*Problem description:* This exercise calls for the line with "export const SLIPS", the line with "boolean => HELPERS.has(plainSpecies(species));", and all lines between them in the material below, output exactly and with no other lines.

*Excerpted data:*
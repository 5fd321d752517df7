import { describe, expect, it } from 'vitest';
import { ELEMENTS } from '../../src/elements/table.ts';
import { STANDARD_WEIGHTS, standardWeight } from '../../src/elements/weights.ts';

describe('standard atomic weights', () => {
  it('exist for exactly the 84 elements with a characteristic terrestrial composition', () => {
    // Prohaska et al. 2022: no value for Tc, Pm, Po to Ac, and the elements after uranium.
    const without = new Set([43, 61, 84, 85, 86, 87, 88, 89]);
    const expected = ELEMENTS.filter(({ atomicNumber: z }) => z <= 92 && !without.has(z)).map(({ symbol }) => symbol);
    expect([...STANDARD_WEIGHTS.keys()]).toEqual(expected);
    expect(expected).toHaveLength(84);
  });

  it('write the half-width to the last place of the value', () => {
    const places = (text: string): number => (text.split('.')[1] ?? '').length;
    for (const [symbol, { value, halfWidth }] of STANDARD_WEIGHTS) {
      expect([symbol, places(halfWidth)]).toEqual([symbol, places(value)]);
    }
  });

  // Prohaska et al. 2022, abridged values, from memory.
  it.each([
    ['H', '1.0080', '0.0002'],
    ['Li', '6.94', '0.06'],
    ['O', '15.999', '0.001'],
    ['S', '32.06', '0.02'],
    ['Ar', '39.95', '0.16'],
    ['Zn', '65.38', '0.02'],
    ['Pb', '207.2', '1.1'],
    ['U', '238.03', '0.01'],
  ])('give %s %s ± %s', (symbol, value, halfWidth) => {
    expect(standardWeight(symbol)).toEqual({ value, halfWidth });
  });

  it.each(['Tc', 'Pm', 'Po', 'Rn', 'Pu', 'Og', 'Xx'])('give none for %s', (symbol) => {
    expect(standardWeight(symbol)).toBeUndefined();
  });
});
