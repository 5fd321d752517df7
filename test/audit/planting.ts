import { ONE, type Rational, isZero, rational } from '../../src/exact/rational.ts';
import type { Member } from '../../src/notation/formula.ts';
import type { Equation, EquationTerm } from '../../src/species/equation.ts';
import { type Species, plainCharge, plainSpecies } from '../../src/species/species.ts';
import { plain } from '../support/plain.ts';

/**
 * Mistakes planted into a balanced equation, one at a time. Nothing of the audit is used here: what the mistake was
 * is known because it was made.
 */

/** The kinds of slips that are planted. */
export const SLIPS = [
  'one number wrong',
  'one number left out',
  'electrons on the wrong side',
  'ion of the other medium',
  'helper forgotten',
  'helper too many',
  'electrons forgotten',
  'charge number wrong',
  'charge sign wrong',
  'charge left out',
  'subscript wrong',
] as const;

export type Slip = (typeof SLIPS)[number];

/** An equation with one planted mistake. */
export interface Planted {
  readonly slip: Slip;
  readonly wrong: Equation;
  readonly right: Equation;
}

type Side = 'left' | 'right';
const SIDES: readonly Side[] = ['left', 'right'];
const HELPERS: ReadonlySet<string> = new Set(['H2O', 'H^+', 'OH^-']);

const withSide = (equation: Equation, side: Side, terms: readonly EquationTerm[]): Equation => ({
  ...equation,
  [side]: terms,
});

const replaceAt = (equation: Equation, side: Side, index: number, terms: readonly EquationTerm[]): Equation =>
  withSide(equation, side, [...equation[side].slice(0, index), ...terms, ...equation[side].slice(index + 1)]);

const isElectron = ({ species }: EquationTerm): boolean => species.key === 'e^-';
const isHelper = ({ species }: EquationTerm): boolean => HELPERS.has(plainSpecies(species));

const renumbered = (term: EquationTerm, coefficient: Rational): EquationTerm => ({
  ...term,
  coefficient,
  coefficientWritten: !coefficient.equals(ONE),
});

const respelled = (term: EquationTerm, text: string): EquationTerm => ({
  ...term,
  species: { ...plain(text), state: term.species.state },
});

const charged = (species: Species, charge: Rational): string => species.formula + plainCharge(charge);

const wrongNumbers = (term: EquationTerm): readonly EquationTerm[] =>
  [1n, -1n, 2n]
    .map((step) => term.coefficient.add(rational(step)))
    .filter((value) => value.compare(0) > 0)
    .map((value) => renumbered(term, value));

const wrongCharges = (term: EquationTerm): readonly EquationTerm[] =>
  [1n, -1n]
    .map((step) => term.species.charge.add(rational(step)))
    .filter((charge) => !isZero(charge) && charge.s === term.species.charge.s)
    .map((charge) => respelled(term, charged(term.species, charge)));

const spellMember = (member: Member): string => {
  const count = member.count.equals(ONE) ? '' : String(member.count.n);
  if (member.kind === 'atom') return member.symbol + count;
  if (member.kind === 'named') return member.name + count;
  return `(${member.members.map(spellMember).join('')})${count}`;
};

/** The formula with one outermost count raised or lowered by one. */
const wrongSubscripts = (term: EquationTerm): readonly EquationTerm[] => {
  const { parts, charge } = term.species;
  const members = parts[0]?.members ?? [];
  if (parts.length !== 1) return [];
  return members.flatMap((member, index) =>
    [1n, -1n]
      .map((step) => member.count.add(rational(step)))
      .filter((count) => count.compare(0) > 0)
      .map((count) => members.map((other, at) => (at === index ? { ...member, count } : other)))
      .map((changed) => respelled(term, changed.map(spellMember).join('') + plainCharge(charge))),
  );
};

const slipsOfTerm = (right: Equation, side: Side, index: number, term: EquationTerm): readonly Planted[] => {
  const other: Side = side === 'left' ? 'right' : 'left';
  const put = (slip: Slip, terms: readonly EquationTerm[]): Planted => ({
    slip,
    right,
    wrong: replaceAt(right, side, index, terms),
  });
  const isIon = !isElectron(term) && !isZero(term.species.charge);
  const found: Planted[] = wrongNumbers(term).map((wrong) => put('one number wrong', [wrong]));
  if (!term.coefficient.equals(ONE)) found.push(put('one number left out', [renumbered(term, ONE)]));
  if (isElectron(term)) {
    const dropped = replaceAt(right, side, index, []);
    found.push({
      slip: 'electrons on the wrong side',
      right,
      wrong: withSide(dropped, other, [...right[other], term]),
    });
    found.push(put('electrons forgotten', []));
  }
  const spelled = plainSpecies(term.species);
  if (spelled === 'H^+') found.push(put('ion of the other medium', [respelled(term, 'OH^-')]));
  if (spelled === 'OH^-') found.push(put('ion of the other medium', [respelled(term, 'H^+')]));
  if (isHelper(term)) found.push(put('helper forgotten', []));
  if (isIon) {
    found.push(...wrongCharges(term).map((wrong) => put('charge number wrong', [wrong])));
    const flipped = charged(term.species, term.species.charge.neg());
    found.push(put('charge sign wrong', [respelled(term, flipped)]));
    found.push(put('charge left out', [respelled(term, term.species.formula)]));
  }
  if (!isElectron(term)) found.push(...wrongSubscripts(term).map((wrong) => put('subscript wrong', [wrong])));
  return found;
};

const superfluous = (right: Equation): readonly Planted[] =>
  ['H2O', 'H^+', 'OH^-'].flatMap((text) => {
    const isWritten = [...right.left, ...right.right].some(({ species }) => plainSpecies(species) === text);
    const term = { coefficient: ONE, coefficientWritten: false, species: plain(text), span: { from: 0, to: 0 } };
    return isWritten
      ? []
      : SIDES.map((side) => ({
          slip: 'helper too many' as const,
          right,
          wrong: withSide(right, side, [...right[side], term]),
        }));
  });

/** Every mistake that can be planted into `right`, equations with an empty side left out. */
export const plantings = (right: Equation): readonly Planted[] => {
  const inTerms = SIDES.flatMap((side) => right[side].flatMap((term, index) => slipsOfTerm(right, side, index, term)));
  return [...inTerms, ...superfluous(right)].filter(({ wrong }) => wrong.left.length > 0 && wrong.right.length > 0);
};

/** The plain text of an equation, its terms in the order of the alphabet: two orders of one equation are equal. */
export const sortedText = (equation: Pick<Equation, 'left' | 'right'>): string =>
  SIDES.map((side) =>
    equation[side]
      .map(({ coefficient, species }) => `${coefficient.toFraction()} ${plainSpecies(species)}`)
      .sort()
      .join(' + '),
  ).join(' -> ');
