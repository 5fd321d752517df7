import { describe, expect, it } from 'vitest';
import { NUCLIDE_MASSES, nuclideMass } from '../../src/elements/nuclides.ts';
import { isElement, splitNuclide } from '../../src/elements/table.ts';

describe('masses of nuclides', () => {
  it('lie within 0.11 of the mass number, as every nuclide from hydrogen to americium does', () => {
    for (const [nuclide, { value }] of NUCLIDE_MASSES) {
      const { massNumber, symbol } = splitNuclide(nuclide);
      expect(isElement(symbol)).toBe(true);
      expect(Math.abs(Number(value) - Number(massNumber))).toBeLessThan(0.11);
    }
  });

  it('take 12C as exactly 12', () => {
    expect(nuclideMass('12C')).toEqual({ value: '12', uncertainty: '0' });
  });

  it('give none for a nuclide that the table does not hold', () => {
    expect(nuclideMass('99Fe')).toBeUndefined();
    expect(nuclideMass('H')).toBeUndefined();
  });
});
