import { describe, expect, it } from 'vitest';
import { AVOGADRO, ELEMENTARY_CHARGE, FARADAY, GAS_CONSTANT } from '../../src/elements/constants.ts';
import { denominatorOf, numeratorOf, showDecimal } from '../../src/exact/rational.ts';

describe('constants', () => {
  it('are exact decimals', () => {
    expect(showDecimal(ELEMENTARY_CHARGE)).toBe('0.0000000000000000001602176634');
    expect(showDecimal(AVOGADRO)).toBe('602214076000000000000000');
  });

  it('multiply to the Faraday constant without rounding', () => {
    // 1602176634 × 602214076, by long multiplication on paper, is 964853321233100184.
    expect(1_602_176_634n * 602_214_076n).toBe(964_853_321_233_100_184n);
    expect(showDecimal(FARADAY)).toBe('96485.3321233100184');
    expect(numeratorOf(FARADAY) * 10n ** 13n).toBe(964_853_321_233_100_184n * denominatorOf(FARADAY));
  });

  it('give the gas constant without rounding', () => {
    expect(showDecimal(GAS_CONSTANT)).toBe('8.31446261815324');
  });
});
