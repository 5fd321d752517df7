import { readFileSync } from 'node:fs';
import { describe, expect, it } from 'vitest';
import { parse } from 'yaml';
import { auditCell } from '../../src/audit/cell.ts';
import { rationalFromText, showRational } from '../../src/exact/rational.ts';
import type { Rational } from '../../src/exact/rational.ts';
import { mediumRow } from '../../src/redox/media.ts';
import { plainEquation } from '../support/plain.ts';

interface Row {
  readonly name: string;
  readonly anode: string;
  readonly cathode: string;
  readonly overall: string;
  readonly electrons?: string;
  readonly expect: {
    readonly verdict: string;
    readonly failed: readonly string[];
    readonly multipliers: { readonly anode: string; readonly cathode: string } | null;
    readonly found: string | null;
    readonly perMole?: Readonly<Record<string, string>>;
    readonly notes?: readonly string[];
  };
}

const rows = parse(readFileSync(new URL('../../fixtures/audit/cells.yaml', import.meta.url), 'utf8')) as readonly Row[];

const NOTHING: Row['expect'] = { verdict: '', failed: [], multipliers: null, found: null };

const show = (value: Rational | null): string | null => (value === null ? null : showRational(value));

const auditOf = ({ anode, cathode, overall, electrons }: Row) => {
  const result = auditCell({
    anode: plainEquation(anode),
    cathode: plainEquation(cathode),
    overall: plainEquation(overall),
    ...(electrons === undefined ? {} : { electrons: rationalFromText(electrons) }),
  });
  if (!result.ok) throw new Error(result.fault.message);
  return result;
};

describe('a claimed cell', () => {
  it.each(rows)('$name', (row) => {
    const { value, notes } = auditOf(row);
    const { multipliers, electrons } = value;
    expect(value.verdict).toBe(row.expect.verdict);
    expect(value.failed).toEqual(row.expect.failed);
    expect(
      multipliers === null ? null : { anode: show(multipliers.anode), cathode: show(multipliers.cathode) },
    ).toEqual(row.expect.multipliers);
    expect(show(electrons.found)).toBe(row.expect.found);
    expect(show(electrons.claimed)).toBe(row.electrons ?? null);
    if (row.expect.perMole !== undefined) {
      const perMole = value.electronsPerMole.map(({ species, electrons: each }) => [species.key, showRational(each)]);
      expect(Object.fromEntries(perMole)).toEqual(row.expect.perMole);
    }
    for (const code of row.expect.notes ?? []) expect(notes.map((note) => note.code)).toContain(code);
  });

  it('says of which part a note speaks', () => {
    const row = rows.find(({ name }) => name === 'the same with fractions');
    if (row === undefined) throw new Error('the row is gone');
    expect(auditOf(row).notes).toContainEqual({
      code: 'fractions',
      message: 'overall: The coefficients are fractions and conserve: accepted as written.',
    });
  });

  it('names the equation that the electrodes make instead', () => {
    const row = rows.find(({ name }) => name === 'the overall equation is about another metal');
    if (row === undefined) throw new Error('the row is gone');
    const told = auditOf(row).notes.find(({ code }) => code === 'not-the-sum')?.message;
    expect(told).toContain('Zn + 2 Ag^+ -> Zn^2+ + 2 Ag with 2 electrons');
  });

  it.each([
    ['Zn + CuSO4 -> ZnSO4 + Cu', 'without the spectators SO4^2-: Zn + Cu^2+ -> Zn^2+ + Cu.'],
    ['Zn + 2 CuCl -> ZnCl2 + 2 Cu', null],
    ['Zn + Cu(NO3)2 -> Zn(NO3)2 + Cu', 'without the spectators NO3^-: Zn + Cu^2+ -> Zn^2+ + Cu.'],
  ])('names the spectators of %s over ionic electrodes', (overall, expected) => {
    const row = { anode: 'Zn -> Zn^2+ + 2 e^-', cathode: 'Cu^2+ + 2 e^- -> Cu', overall };
    const told = auditOf({ name: '', ...row, expect: NOTHING }).notes.filter(({ code }) => code === 'spectator');
    expect(told.map(({ message }) => message)).toEqual(expected === null ? [] : [expect.stringContaining(expected)]);
  });

  it('takes an acid apart, but nothing that an electrode holds', () => {
    const told = auditOf({
      name: '',
      anode: 'Pb + SO4^2- -> PbSO4 + 2 e^-',
      cathode: 'PbO2 + SO4^2- + 4 H^+ + 2 e^- -> PbSO4 + 2 H2O',
      overall: 'Pb + PbO2 + 2 H2SO4 -> 2 PbSO4 + 2 H2O',
      expect: NOTHING,
    }).notes.find(({ code }) => code === 'spectator');
    expect(told?.message).toContain('is the sum: Pb + PbO2 + 4 H^+ + 2 SO4^2- -> 2 PbSO4 + 2 H2O.');
  });

  it('says that an electron number is positive', () => {
    const row = rows.find(({ name }) => name === 'a claim of no electrons');
    if (row === undefined) throw new Error('the row is gone');
    expect(auditOf(row).notes).toContainEqual({
      code: 'electrons-claimed',
      message: 'An electron number is positive, 0 is none. 2 electrons are exchanged.',
    });
  });

  it('checks the electrodes against the medium, and the overall equation not', () => {
    const medium = mediumRow('base');
    if (medium === undefined) throw new Error('the medium is gone');
    const result = auditCell({
      anode: plainEquation('H2 -> 2 H^+ + 2 e^-'),
      cathode: plainEquation('Cu^2+ + 2 e^- -> Cu'),
      overall: plainEquation('H2 + Cu^2+ -> 2 H^+ + Cu'),
      medium,
    });
    const clashes = result.ok ? result.notes.filter(({ code }) => code === 'medium-clash') : [];
    expect(clashes.map(({ message }) => message)).toEqual(['anode: H^+ is foreign to the base medium.']);
  });

  it('takes a missing state for any state', () => {
    const result = auditCell({
      anode: plainEquation('Zn(s) -> Zn^2+(aq) + 2 e^-'),
      cathode: plainEquation('Cu^2+ + 2 e^- -> Cu'),
      overall: plainEquation('Zn + Cu^2+(aq) -> Zn^2+ + Cu(s)'),
    });
    expect(result.ok ? result.value.failed : null).toEqual([]);
  });
});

*Answer to this problem:*
export const SLIPS = [
  'one number wrong',
  'one number left out',
  'electrons on the wrong side',
  'ion of the other medium',
  'helper forgotten',
  'helper too many',
  'electrons forgotten',
  'charge number wrong',
  'charge sign wrong',
  'charge left out',
  'subscript wrong',
] as const;

export type Slip = (typeof SLIPS)[number];

/** An equation with one planted mistake. */
export interface Planted {
  readonly slip: Slip;
  readonly wrong: Equation;
  readonly right: Equation;
}

type Side = 'left' | 'right';
const SIDES: readonly Side[] = ['left', 'right'];
const HELPERS: ReadonlySet<string> = new Set(['H2O', 'H^+', 'OH^-']);

const withSide = (equation: Equation, side: Side, terms: readonly EquationTerm[]): Equation => ({
  ...equation,
  [side]: terms,
});

const replaceAt = (equation: Equation, side: Side, index: number, terms: readonly EquationTerm[]): Equation =>
  withSide(equation, side, [...equation[side].slice(0, index), ...terms, ...equation[side].slice(index + 1)]);

const isElectron = ({ species }: EquationTerm): boolean => species.key === 'e^-';
const isHelper = ({ species }: EquationTerm): boolean => HELPERS.has(plainSpecies(species));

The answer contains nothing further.